WHAT THE TASK ASKS = Where does the word "Must" appear in the entries below? Copy each line that holds it.

Entries taken from a collection
######

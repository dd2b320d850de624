package server

import (
	"cmp"
	"encoding/json"
	"fmt"
	"slices"
	"strconv"
	"strings"

	"github.com/labstack/echo/v4"

	"tripwell/forms"
	"tripwell/store"
)

// limitsEdit asks what the next revision of a limit set says; with ?copy it asks for a set of another name.
func (s *Server) limitsEdit(c echo.Context) error {
	held, err := s.limitSetNow(c)
	if err != nil {
		return err
	}
	set := held.set
	f, err := s.editForm(limitValues(set), nil)
	if err != nil {
		return err
	}
	f.Set("in_force", forms.DayOf(s.store.Now()).String())
	f.Set("site", c.QueryParam("site"))
	if c.QueryParam("copy") != "" {
		f.Set("copy", "yes")
		f.Del("stands_for")
	} else {
		f.Values["stands_for"] = set.StandsFor
	}
	return s.formBack(c, f, s.limitsForm(c, held, f))
}

// limitsHeld is what a revision starts from.
type limitsHeld struct {
	set   *forms.LimitSet
	sites []store.Site
	own   map[string]string // what forms call the checks an organisation added
}

// limitSetNow reads the newest revision of a set, of the site asked for where it has one of its own.
func (s *Server) limitSetNow(c echo.Context) (held limitsHeld, err error) {
	id, site := c.Param("set"), cmp.Or(c.FormValue("site"), c.QueryParam("site"))
	err = s.store.View(scope(c), func(v *store.View) error {
		var all []store.Revision
		if site != "" {
			if all, err = v.LimitRevisions(site, id); err != nil {
				return err
			}
		}
		if len(all) == 0 {
			if all, err = v.LimitRevisions("", id); err != nil {
				return err
			}
		}
		if len(all) == 0 {
			return refuse(codeNotFound, "", s.words.Say("office.limits.unknown"))
		}
		held.set = newestRevisions(all)[0].LimitSet
		if held.sites, err = v.Sites(); err != nil {
			return err
		}
		asked, err := v.Forms()
		held.own = forms.OwnNamesUnder(held.set, asked)
		return err
	})
	return held, err
}

// limitValues are the figures of a set as its form shows them.
func limitValues(set *forms.LimitSet) map[string]string {
	values := map[string]string{"name": set.Name}
	for i := range set.Limits {
		l := &set.Limits[i]
		values["level."+l.ID] = l.Level
		if bounded(l) {
			values["min."+l.ID], values["max."+l.ID] = typedFigure(l.Min), typedFigure(l.Max)
		}
	}
	return values
}

// bounded reports whether a limit is a least and a most, which people may change as figures.
func bounded(l *forms.Limit) bool { return l.Min != nil || l.Max != nil }

func typedFigure(v *float64) string {
	if v == nil {
		return ""
	}
	return strconv.FormatFloat(*v, 'f', -1, 64)
}

// limitsPreview shows what a revision would change before it is accepted.
func (s *Server) limitsPreview(c echo.Context) error {
	held, err := s.limitSetNow(c)
	if err != nil {
		return err
	}
	f, err := s.typedForm(c)
	if err != nil {
		return err
	}
	set := held.set
	draft, id := s.limitsDraft(f, set), set.ID
	if f.Get("copy") == "yes" {
		id = strings.TrimSpace(f.Get("id"))
	}
	if f.ok() {
		err := s.revisionPage(c, f, revisionAsked{heading: s.setName(set), back: "/limits/" + c.Param("set") + "/edit", done: "/limits/" + id, day: f.date("in_force"), drafts: []store.RuleDraft{draft}})
		if err == nil || !s.refusedInto(f, err, set) {
			return err
		}
	}
	return s.formBack(c, f, s.limitsForm(c, held, f))
}

// refusedInto puts a refusal of a revision beside the field that caused it; false for any other error.
func (s *Server) refusedInto(f *typedForm, err error, set *forms.LimitSet) bool {
	w, fault := wrongOf(err)
	if fault {
		return false
	}
	parts := strings.Split(w.Field, ".")
	if len(parts) >= 2 && parts[0] == "limits" {
		last := parts[len(parts)-1]
		if name := last + "." + parts[1]; f.Has(name) {
			f.refuse(name, w.Text)
			return true
		}
		for i := range set.Limits {
			if set.Limits[i].ID == parts[1] {
				f.refuse("max."+parts[1], w.Text)
				return true
			}
		}
		f.refuse("add.reading", w.Text)
		return true
	}
	if w.Field != "" && f.Has(w.Field) {
		f.refuse(w.Field, w.Text)
		return true
	}
	f.text = w.Text
	return true
}

// limitsDraft is the revision a form asks for.
func (s *Server) limitsDraft(f *typedForm, was *forms.LimitSet) store.RuleDraft {
	k := s.ink()
	set, err := copyOf(was)
	if err != nil {
		f.text = k.say("office.form.broken")
		return store.RuleDraft{}
	}
	set.Name, set.StandsFor = f.line("name", 80), f.Values["stands_for"]
	if f.Get("copy") == "yes" {
		set.ID = f.needed("id", k.say("config.id"), 60)
		set.Revision = 1
		if set.Name == "" {
			f.refuse("name", k.say("office.form.need", "name", k.say("config.name")))
		}
	}
	kept := set.Limits[:0]
	for _, l := range set.Limits {
		if f.Get("level."+l.ID) == "none" {
			continue
		}
		l.Level = f.choice("level."+l.ID, forms.Must, forms.WatchOnly)
		if bounded(&l) {
			least, most := f.figure("min."+l.ID), f.figure("max."+l.ID)
			if !sameFigure(least, l.Min) || !sameFigure(most, l.Max) {
				l.Min, l.Max, l.ByUnit = least, most, nil // the document's figures in other units are not these
			}
		}
		if changedLimit(f, l.ID) {
			l.Source, l.Status = k.say("config.own_source"), k.say("config.own_status")
		}
		kept = append(kept, l)
	}
	set.Limits = kept
	if l, ok := s.addedLimit(f, set); ok {
		set.Limits = append(set.Limits, l)
	}
	if f.date("in_force") == forms.NoDay && f.wrong["in_force"] == "" {
		f.refuse("in_force", k.say("office.form.need", "name", k.say("config.in_force")))
	}
	set.InForce = f.date("in_force")
	raw, err := encodeRule(set)
	if err != nil {
		f.text = k.say("office.form.broken")
	}
	return store.RuleDraft{Kind: "limits.set", Site: f.Get("site"), JSON: raw, Reason: f.needed("reason", k.say("config.reason"), 300)}
}

func changedLimit(f *typedForm, id string) bool {
	return f.Has("min."+id) && (f.changed("min."+id) || f.changed("max."+id))
}

func sameFigure(a, b *float64) bool { return a == nil && b == nil || a != nil && b != nil && *a == *b }

// copyOf gives a rule that may be changed.
func copyOf[T any](was *T) (*T, error) {
	raw, err := json.Marshal(was)
	if err != nil {
		return nil, err
	}
	out := new(T)
	return out, json.Unmarshal(raw, out)
}

func encodeRule(v any) (json.RawMessage, error) {
	raw, err := json.Marshal(v)
	return raw, err
}

// addedLimit reads the limit a form adds; ok is false where none was asked for.
func (s *Server) addedLimit(f *typedForm, set *forms.LimitSet) (l forms.Limit, ok bool) {
	code := f.Get("add.reading")
	if code == "" {
		return l, false
	}
	l = forms.Limit{Reading: code, Level: f.choice("add.level", forms.Must, forms.WatchOnly), Min: f.figure("add.min"), Max: f.figure("add.max"),
		OneOf: listOf(f.line("add.one_of", 200)), Unit: unitOf(code),
		Source: cmp.Or(f.line("add.source", 200), s.words.Say("config.own_source")), Status: s.words.Say("config.own_status"),
		Text: cmp.Or(f.line("add.text", 300), s.words.Say("config.outside"))}
	for n := 1; ; n++ {
		l.ID = fmt.Sprintf("own-%d", n)
		if !slices.ContainsFunc(set.Limits, func(have forms.Limit) bool { return have.ID == l.ID }) {
			return l, true
		}
	}
}

// listOf reads answers separated by commas.
func listOf(text string) []string {
	var out []string
	for part := range strings.SplitSeq(text, ",") {
		if part = strings.TrimSpace(part); part != "" {
			out = append(out, part)
		}
	}
	return out
}

// setName names a limit set: as its users call it, else as the catalogue does.
func (s *Server) setName(set *forms.LimitSet) string {
	if set.Name != "" {
		return set.Name
	}
	return s.ink().named("limit_set", set.ID)
}

// limitsForm is the form of a revision.
func (s *Server) limitsForm(c echo.Context, held limitsHeld, f *typedForm) formPage {
	set := held.set
	k, name := s.ink().calling(held.own), s.setName(set)
	href := "/limits/" + c.Param("set")
	p := formPage{
		Frame: s.frame(c, name, "set-up"), Crumbs: []link{{Href: "/set-up", Text: k.say("office.setup.title")}, {Href: href, Text: name}},
		Heading: k.say("config.change_head", "name", name), Lead: k.say("config.change_lead"),
		Action: href + "/edit", Submit: k.say("config.preview"), Cancel: href,
	}
	where := []option{{Value: "", Text: k.say("config.everywhere")}}
	for _, site := range held.sites {
		where = append(where, option{Value: site.ID, Text: k.say("config.only_at", "site", site.Name)})
	}
	head := fieldGroup{Fields: []field{
		{Name: "in_force", Label: k.say("config.in_force"), Type: "date", Hint: k.say("config.in_force_hint"), Required: true},
		{Name: "reason", Label: k.say("config.reason"), Required: true, Wide: true},
		{Name: "site", Label: k.say("config.where"), Options: where, Hint: k.say("config.where_hint")},
		{Name: "name", Label: k.say("config.name"), Hint: k.say("config.name_hint")},
	}}
	if f.Get("copy") == "yes" {
		p.Heading = k.say("config.copy_head", "name", name)
		p.Hidden = append(p.Hidden, hidden{"copy", "yes"})
		head.Fields = append([]field{{Name: "id", Label: k.say("config.id"), Hint: k.say("config.id_hint"), Required: true}}, head.Fields...)
	}
	stands := field{Name: "stands_for", Label: k.say("config.stands_for"), Hint: k.say("config.stands_for_hint"), Type: "checks"}
	for _, kind := range set.Kinds {
		stands.Options = append(stands.Options, option{Value: kind, Text: k.named("kind", kind)})
	}
	head.Fields = append(head.Fields, stands)
	p.Groups = append(p.Groups, head)
	for i := range set.Limits {
		p.Groups = append(p.Groups, s.limitGroup(k, &set.Limits[i]))
	}
	p.Groups = append(p.Groups, s.addGroup(k))
	return p
}

// limitGroup asks for one limit's figures and level.
func (s *Server) limitGroup(k ink, l *forms.Limit) fieldGroup {
	name := k.reading(l.Reading)
	if l.Reading == "" {
		name = s.fieldName(l.Field)
	}
	g := fieldGroup{Legend: name, Note: joined(s.limitWords(*l), s.whenAndVoid(*l))}
	if unit := unitOf(l.Reading); bounded(l) {
		g.Note = s.whenAndVoid(*l)
		g.Fields = append(g.Fields,
			field{Name: "min." + l.ID, Label: k.say("config.least"), Type: "number", Unit: k.named("unit", unit)},
			field{Name: "max." + l.ID, Label: k.say("config.most"), Type: "number", Unit: k.named("unit", unit)})
	}
	g.Fields = append(g.Fields, field{Name: "level." + l.ID, Label: k.say("config.level"), Options: s.levels(true)})
	return g
}

func (s *Server) levels(none bool) []option {
	k := s.ink()
	out := choices("", forms.Must, k.say("config.must"), forms.WatchOnly, k.say("config.watch"))
	if none {
		out = append(out, option{Value: "none", Text: k.say("config.left_out")})
	}
	return out
}

// addGroup asks for a limit that is not there yet.
func (s *Server) addGroup(k ink) fieldGroup {
	readings := []option{{Value: "", Text: k.say("config.add_none")}}
	for _, code := range forms.Codes() {
		if forms.IsOwn(code.Code) && k.own[code.Code] == "" {
			continue // no form asks it
		}
		readings = append(readings, option{Value: code.Code, Text: k.reading(code.Code)})
	}
	return fieldGroup{Legend: k.say("config.add_limit"), Note: k.say("config.add_note"), Fields: []field{
		{Name: "add.reading", Label: k.say("office.col.reading"), Options: readings},
		{Name: "add.min", Label: k.say("config.least"), Type: "number"},
		{Name: "add.max", Label: k.say("config.most"), Type: "number"},
		{Name: "add.one_of", Label: k.say("config.one_of"), Hint: k.say("config.one_of_hint")},
		{Name: "add.level", Label: k.say("config.level"), Options: s.levels(false)},
		{Name: "add.source", Label: k.say("office.col.source")},
		{Name: "add.text", Label: k.say("config.text"), Hint: k.say("config.text_hint"), Wide: true},
	}}
}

######

ANSWER FOR THIS EXERCISE =
		l.Level = f.choice("level."+l.ID, forms.Must, forms.WatchOnly)
	l = forms.Limit{Reading: code, Level: f.choice("add.level", forms.Must, forms.WatchOnly), Min: f.figure("add.min"), Max: f.figure("add.max"),
	out := choices("", forms.Must, k.say("config.must"), forms.WatchOnly, k.say("config.watch"))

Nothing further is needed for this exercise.